The current situation “still leaves us with the question whether inflation can settle while consumers are still spending and the labor market remains this robust,” Richmond Fed President Thomas Barkin said last week. The weak June inflation reading left him unconvinced it is on a steady downward path.
Yet signs of a new status quo appear to be emerging in the job market, whether in the ongoing drop in the ratio of available workers to open jobs, a recent rise in the prevalence of part-time work, or in subtler signals.
While the number of food service and accommodations industry workers remains a few percentage points below the pre-pandemic peak, for example, the industry’s contribution to real gross domestic product has increased from that point: It is doing more with less and may not need 2019 headcount levels.
“There are more and more hints of ‘soft landing,’ heading to a new equilibrium,” said Nick Bunker, research director at the Indeed Hiring Lab, referring to a scenario in which monetary tightening slows the economy, and inflation, without triggering a recession. “It is trending towards a steadier but still-strong labor market” that echoes conditions from 2019, with participation rates recovering, a sustainable job-creation pace, and wages rising for less-well-paid occupations.
‘STRANGE BUSINESS CYCLE’
Until the Fed declares its inflation war at an end, however, economists and market analysts say risks to a benign outcome will remain.
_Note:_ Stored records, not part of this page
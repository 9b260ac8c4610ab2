#include "app/band_plot.h"

#include <algorithm>
#include <cmath>
#include <limits>
#include <numbers>
#include <thread>

#include "app/figure_path.h"
#include "app/output.h"

namespace lw::app {
namespace {

using C = std::complex<double>;
constexpr double kInf = std::numeric_limits<double>::infinity();

// The finite gains that matter for the axis ranges: band edges, crossings, the recommendation.
std::vector<double> KeyGains(const BandPlotInput& in) {
  std::vector<double> k;
  auto add = [&](double g) {
    if (std::isfinite(g) && g > 0.0) k.push_back(g);
  };
  for (const auto& c : in.locus.crossings) add(c.gain);
  for (const auto& r : in.locus.gains()) add(r.lo), add(r.hi);
  for (const auto& r : in.response.gains()) add(r.lo), add(r.hi);
  if (in.robust)
    for (const auto& r : *in.robust) add(r.lo), add(r.hi);
  if (in.recommendation.found) add(in.recommendation.gain);
  if (k.empty()) {
    C s(0.0, in.loop.FrequencyScale());
    add(std::abs(in.loop.a(s)) / std::max(std::abs(in.loop.b(s)), 1e-300));
  }
  if (k.empty()) k.push_back(1.0);
  std::sort(k.begin(), k.end());
  return k;
}

std::vector<double> LogSpaced(double lo, double hi, int n) {
  std::vector<double> g(static_cast<size_t>(n));
  for (int i = 0; i < n; ++i) g[static_cast<size_t>(i)] = lo * std::pow(hi / lo, i / (n - 1.0));
  return g;
}

std::string GainText(double k) { return "K = " + FormatNumber(k, 3); }

// The admissible region of the dominant pole in the upper half plane, as one polygon in polar
// form around the origin: angle phi from the negative real axis up to acos(zeta_min), radius
// from the largest of the wn, sigma and wd bounds out to `far`.
ComplexPath UpperRegion(const Region& r, double far) {
  const double phi_max = r.zeta_min > 0.0 ? std::acos(r.zeta_min) : std::numbers::pi / 2;
  ComplexPath inner, poly;
  const int n = 240;
  for (int i = 0; i <= n; ++i) {
    double phi = phi_max * i / n;
    double rad = r.wn_min;
    if (r.sigma_min > 0.0)
      rad = std::max(rad, std::cos(phi) > 1e-12 ? r.sigma_min / std::cos(phi) : kInf);
    if (r.wd_min > 0.0)
      rad = std::max(rad, std::sin(phi) > 1e-12 ? r.wd_min / std::sin(phi) : kInf);
    rad = std::min(rad, far);
    inner.push_back(rad * C(-std::cos(phi), std::sin(phi)));
  }
  poly = inner;
  for (int i = n; i >= 0; --i) {
    double phi = phi_max * i / n;
    poly.push_back(far * C(-std::cos(phi), std::sin(phi)));
  }
  return poly;
}

ComplexPath Conjugated(const ComplexPath& p) {
  ComplexPath q;
  for (const C& z : p) q.push_back(std::conj(z));
  return q;
}

void AddBoundaries(const Region& r, double far, const LocusFigureData& d,
                   std::vector<RegionBoundaryCurve>& out) {
  const double w = d.re_hi - d.re_lo, h = d.im_hi - d.im_lo;
  if (r.zeta_min > 0.0) {
    C dir(-r.zeta_min, std::sqrt(1.0 - r.zeta_min * r.zeta_min));
    double at = 0.8 * std::min(-d.re_lo / std::max(r.zeta_min, 1e-9), d.im_hi / dir.imag());
    out.push_back({"ζ ≥ " + FormatNumber(r.zeta_min, 3),
                   {far * std::conj(dir), C(0.0, 0.0), far * dir},
                   at * dir + C(0.0, 0.03 * h)});
  }
  if (r.sigma_min > 0.0) {
    out.push_back({"σ ≥ " + FormatNumber(r.sigma_min, 3) + " 1/s",
                   {C(-r.sigma_min, -far), C(-r.sigma_min, far)},
                   C(-r.sigma_min - 0.02 * w, 0.9 * d.im_hi)});
  }
  if (r.wn_min > 0.0) {
    ComplexPath arc;
    for (int i = 0; i <= 180; ++i) {
      double a = std::numbers::pi / 2 + std::numbers::pi * i / 180.0;
      arc.push_back(std::polar(r.wn_min, a));
    }
    out.push_back({"ωn ≥ " + FormatNumber(r.wn_min, 3) + " rad/s", arc,
                   std::polar(r.wn_min, 0.8 * std::numbers::pi) + C(-0.02 * w, 0.0)});
  }
  if (r.wd_min > 0.0) {
    std::string label = "ωd ≥ " + FormatNumber(r.wd_min, 3) + " rad/s";
    out.push_back(
        {label, {C(-far, r.wd_min), C(0.0, r.wd_min)}, C(d.re_lo + 0.15 * w, r.wd_min + 0.03 * h)});
    out.push_back({label,
                   {C(-far, -r.wd_min), C(0.0, -r.wd_min)},
                   C(d.re_lo + 0.15 * w, -r.wd_min - 0.03 * h)});
  }
  if (r.decay_min > 0.0) {
    out.push_back({"other poles σ ≥ " + FormatNumber(r.decay_min, 3) + " 1/s",
                   {C(-r.decay_min, -far), C(-r.decay_min, far)},
                   C(-r.decay_min - 0.02 * w, 0.8 * d.im_lo)});
  }
}

// Pieces of the branches where the gain lies in `band`.
std::vector<ComplexPath> InBand(const std::vector<ComplexPath>& branches,
                                const std::vector<double>& gains, const GainSet& band) {
  std::vector<ComplexPath> pieces;
  for (const auto& b : branches) {
    ComplexPath piece;
    for (size_t i = 0; i < b.size(); ++i) {
      double k = i == 0 ? 0.0 : gains[i - 1];  // b[0] is K = 0
      if (i > 0 && Contains(band, k)) {
        piece.push_back(b[i]);
      } else if (!piece.empty()) {
        if (piece.size() >= 2) pieces.push_back(piece);
        piece.clear();
      }
    }
    if (piece.size() >= 2) pieces.push_back(piece);
  }
  return pieces;
}

}  // namespace

std::vector<ComplexPath> TraceBranches(const LoopPolynomials& loop,
                                       const std::vector<double>& gains) {
  std::vector<C> prev = loop.a.roots();
  std::vector<ComplexPath> branches;
  for (const C& p : prev) branches.push_back({p});
  for (double k : gains) {
    std::vector<C> now = loop.PolesAt(k);
    // Greedy matching by distance: the closest pair first.
    std::vector<std::pair<double, std::pair<size_t, size_t>>> pairs;
    for (size_t i = 0; i < prev.size(); ++i)
      for (size_t j = 0; j < now.size(); ++j) pairs.push_back({std::abs(prev[i] - now[j]), {i, j}});
    std::sort(pairs.begin(), pairs.end());
    std::vector<bool> used_i(prev.size(), false), used_j(now.size(), false);
    std::vector<C> next = prev;
    for (const auto& [dist, ij] : pairs) {
      auto [i, j] = ij;
      if (used_i[i] || used_j[j]) continue;
      used_i[i] = used_j[j] = true;
      next[i] = now[j];
    }
    // A pole that left through infinity (degree drop) stays where it was last seen.
    for (size_t i = 0; i < next.size(); ++i) branches[i].push_back(next[i]);
    prev = next;
  }
  return branches;
}

LocusFigureData BuildLocusFigure(const BandPlotInput& in) {
  LocusFigureData d;
  d.title = in.title;
  std::vector<double> key = KeyGains(in);
  std::vector<double> gains = LogSpaced(key.front() * 1e-3, key.back() * 1e3, 600);
  for (const auto& r : in.locus.gains()) {
    if (std::isfinite(r.lo) && r.lo > 0.0) gains.push_back(r.lo);
    if (std::isfinite(r.hi)) gains.push_back(r.hi);
  }
  std::sort(gains.begin(), gains.end());
  d.branches = TraceBranches(in.loop, gains);
  d.open_loop_poles = in.loop.a.roots();
  d.open_loop_zeros = in.loop.b.roots();
  GainSet band = in.locus.gains();
  if (band.empty()) {
    band = in.response.gains();
    d.band_label = "in response band";
  } else {
    d.band_label = "in locus band";
  }
  d.in_band = InBand(d.branches, gains, band);
  for (const auto& iv : in.locus.intervals) {
    for (const BandEdge* e : {&iv.lo, &iv.hi}) {
      if (std::isfinite(e->gain) && e->gain > 0.0 && std::isfinite(e->pole.real()))
        d.edge_labels.push_back({e->pole, GainText(e->gain)});
    }
  }
  if (in.recommendation.found) {
    d.recommended_poles = in.loop.PolesAt(in.recommendation.gain);
    d.recommended_label = "recommended " + GainText(in.recommendation.gain);
  }

  // The view: the plant's and controller's own poles and zeros (not the Padé approximant's,
  // which sit far out), the highlighted parts, the edge poles, the recommended poles and the
  // region's corner points.
  std::vector<C> pts = {C(0.0, 0.0)};
  auto add = [&](const std::vector<C>& v) {
    for (const C& z : v)
      if (std::isfinite(z.real()) && std::isfinite(z.imag())) pts.push_back(z);
  };
  TransferFunction own = in.controller.Shape() * in.plant.Rational();
  add(own.poles());
  add(own.zeros());
  add(d.recommended_poles);
  for (const auto& p : d.in_band) add(p);
  for (const auto& g : d.edge_labels) add({g.at});
  add({C(-in.region.wn_min, 0.0), C(-in.region.sigma_min, in.region.wd_min)});
  double re_lo = 0, re_hi = 0, im_hi = 0;
  for (const C& z : pts) {
    re_lo = std::min(re_lo, z.real());
    re_hi = std::max(re_hi, z.real());
    im_hi = std::max(im_hi, std::abs(z.imag()));
  }
  double span = std::max({re_hi - re_lo, 2 * im_hi, 1e-6});
  double pad = 0.2 * span;
  d.re_lo = re_lo - pad;
  d.re_hi = re_hi + pad;
  d.im_hi = std::max(im_hi + pad, 0.5 * (d.re_hi - d.re_lo));
  d.im_lo = -d.im_hi;
  const double far = 4.0 * std::max({std::abs(d.re_lo), std::abs(d.re_hi), d.im_hi});
  d.region = {UpperRegion(in.region, far), Conjugated(UpperRegion(in.region, far))};
  AddBoundaries(in.region, far, d, d.boundaries);
  if (in.loop.pade_order > 0) {
    d.caption.push_back("Dead time " + FormatQuantity(in.loop.delay, "s") +
                        " through its Padé approximant of order " +
                        std::to_string(in.loop.pade_order) +
                        " (its far poles and zeros may lie "
                        "outside the view).");
  }
  d.caption.push_back("Locus band " + ToString(in.locus.gains()) +
                      "; the region is where the "
                      "dominant pole (nearest the imaginary axis) must lie.");
  return d;
}

MetricsFigureData BuildMetricsFigure(const BandPlotInput& in) {
  MetricsFigureData d;
  d.title = in.title;
  std::vector<double> key = KeyGains(in);
  const double lo = key.front() / 10.0, hi = key.back() * 10.0;
  d.gains = LogSpaced(lo, hi, 48);
  const size_t n = d.gains.size();
  d.rise_time.assign(n, NAN);
  d.overshoot_percent.assign(n, NAN);
  d.settling_time.assign(n, NAN);
  auto work = [&](size_t first) {
    for (size_t i = first; i < n; i += 2) {
      ResponseCheck c =
          CheckResponse(in.plant, in.controller, d.gains[i], in.specs, in.response_options);
      if (c.failed == "unstable" || c.failed == "too slow") continue;
      d.rise_time[i] = c.metrics.rise_time;
      d.overshoot_percent[i] = c.metrics.overshoot_percent;
      d.settling_time[i] = c.metrics.settling_time;
    }
  };
  std::thread other(work, 1);
  work(0);
  other.join();

  if (in.specs.rise_max) d.rise_limit = *in.specs.rise_max;
  if (in.specs.wn_min)
    d.rise_limit =
        std::min(std::isnan(d.rise_limit) ? kInf : d.rise_limit, kRiseConstant / *in.specs.wn_min);
  if (in.specs.overshoot_max) d.overshoot_limit = *in.specs.overshoot_max;
  if (in.specs.zeta_min) {
    double os = OvershootForZeta(*in.specs.zeta_min);
    d.overshoot_limit = std::isnan(d.overshoot_limit) ? os : std::min(d.overshoot_limit, os);
  }
  if (in.specs.settle_max) d.settling_limit = *in.specs.settle_max;
  auto ranges = [&](const GainSet& set) {
    GainRanges out;
    for (const auto& r : set) {
      double a = std::max(r.lo, lo), b = std::min(r.hi, hi);
      if (a < b) out.push_back({a, b});
    }
    return out;
  };
  d.locus_band = ranges(in.locus.gains());
  d.response_band = ranges(in.response.gains());
  if (in.robust) d.robust_band = ranges(*in.robust);
  if (in.recommendation.found) d.recommended_gain = in.recommendation.gain;
  d.caption.push_back("Unit step, exact dead time, at " + std::to_string(n) +
                      " gains; gaps: unstable or creeping loop.");
  return d;
}

std::vector<std::string> WriteBandFigures(const std::string& path, const BandPlotInput& in) {
  std::string metrics = SiblingFigurePath(path, "metrics");
  WriteLocusFigure(path, BuildLocusFigure(in));
  WriteMetricsFigure(metrics, BuildMetricsFigure(in));
  return {path, metrics};
}

}  // namespace lw::app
Jason Furman, a Harvard University professor who was the top White House economic adviser in the Obama administration from 2013 to 2017, still sees the underlying rate of inflation, by the Fed’s preferred measure, running around 3.5%.
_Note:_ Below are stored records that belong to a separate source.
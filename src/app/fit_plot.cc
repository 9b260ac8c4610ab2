#include "app/fit_plot.h"

#include <algorithm>
#include <cmath>
#include <filesystem>

#include "app/output.h"
#include "identify/model_structure.h"
#include "io/fit_figure.h"
#include "lti/simulate.h"

namespace lw::app {

namespace {

std::string CaptionText(const ParameterEstimate& p) {
  const ParameterText text = FormatParameter(p.name, p.value, p.ci_low, p.ci_high);
  std::string s = p.name + " = " + text.value;
  if (std::isfinite(p.ci_low) && std::isfinite(p.ci_high))
    s +=
        " [" + text.low + ", " + text.high + "]" + (text.note.empty() ? "" : " (cut at the bound)");
  if (!p.unit.empty()) s += " " + p.unit;
  return s;
}

}  // namespace

void WriteFitPlot(const std::string& path, const std::string& recording_name,
                  const StepRecording& data, const Identification& id) {
  const FitResult& m = id.model;
  FitFigureData d;
  d.title = "Fit of " + std::filesystem::path(recording_name).filename().string() + ": " +
            std::string(StructureName(m.structure));
  d.t = data.t;
  d.measured = data.y;
  d.input = data.u;
  std::vector<double> du(data.u.size());
  for (size_t i = 0; i < du.size(); ++i) du[i] = data.u[i] - m.input_baseline;
  SimulateOptions so;
  so.initial = SimulateOptions::Initial::kZero;
  d.fitted = Simulate(m.tf, data.t, du, so);
  for (size_t i = 0; i < d.fitted.size(); ++i) {
    d.fitted[i] += m.output_offset.value;
    if (m.output_drift) d.fitted[i] += m.output_drift->value * (data.t[i] - data.t.front());
  }
  if (!data.u.empty()) {
    auto [lo, hi] = std::minmax_element(data.u.begin(), data.u.end());
    double range = *hi - *lo;
    for (size_t i = 1; i < data.u.size(); ++i)
      if (range > 0 && std::abs(data.u[i] - data.u[i - 1]) > 0.25 * range)
        d.step_times.push_back(data.t[i]);
  }
  std::string line;
  int on_line = 0;
  for (const auto& p : m.parameters) {
    if (on_line == 2) {
      d.caption.push_back(line);
      line.clear();
      on_line = 0;
    }
    line += (line.empty() ? "" : "    ") + CaptionText(p);
    ++on_line;
  }
  if (!line.empty()) d.caption.push_back(line);
  d.caption.push_back("fit " + FormatNumber(m.fit_percent) + " %, residual rms " +
                      FormatNumber(m.residual_rms) + ", " + std::to_string(m.samples) +
                      " samples; intervals are 95 %");
  if (d.caption.size() > 6) d.caption.resize(6);
  WriteFitFigure(path, d);
}

}  // namespace lw::app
“At 3.5%, July won’t be the last time the Fed hikes,” Furman said in an interview. “I think we have learned almost nothing about what it will take to get inflation from 3.5% to 2% … My worry is that the last leg might require additional unemployment.”
Ed Al-Hussainy, senior rates analyst at Columbia Threadneedle, meanwhile, is skeptical that the impact of rapid rate hikes has already been absorbed.
“We have managed to generate this decline in inflation, that seems to be becoming more persistent, without doing a lot of damage,” he said. “Why?”
Key rate benchmarks have on an inflation-adjusted basis shifted from negative to sharply positive, and “I think we have not seen the full effects” of that, he said. “To say we have the same economy with real rates at negative 2% as we do at positive 2%, I don’t buy it.”
Fed officials have acknowledged data could be shifting in their favor, but it will take time for policymakers to accept what they are seeing as genuine and “lean in” to the idea that a soft landing may be in sight, Atlanta Fed President Raphael Bostic said earlier this month. Believing policy is operating with a long lag, Bostic favors holding rates steady.
Chicago Fed President Austan Goolsbee, speaking to CNBC earlier this month, said policymakers shouldn’t be shy to show faith in an economy that has consistently surprised.
“The premise is we need a recession to eliminate inflation,” Goolsbee said. “I don’t think that … This was a very strange business cycle.”